Work task ▸ Which of the lines below include the word "params"? Pull each one out.
---------- Information provided
import { endpoint, json, parseJsonBody } from '../../../../lib/http';
import { requirePermission } from '../../../../lib/guards';
import { reachableLead, releaseLead } from '../../../../lib/leads/work';
import { releaseRequestSchema } from '../../../../schemas/leads';

export const prerender = false;

/** POST /api/leads/{id}/release `{ reason, note? }`: hands a held lead back to its region. */
export const POST = endpoint(async ({ locals, params, request }) => {
  const user = requirePermission(locals, 'lead', 'update');
  await reachableLead(user, params.id);
  const release = await parseJsonBody(request, releaseRequestSchema);
  return json({ lead: await releaseLead(user, params.id, release) });
});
--------------------
Answer to the exercise ▸
export const POST = endpoint(async ({ locals, params, request }) => {
  await reachableLead(user, params.id);
  return json({ lead: await releaseLead(user, params.id, release) });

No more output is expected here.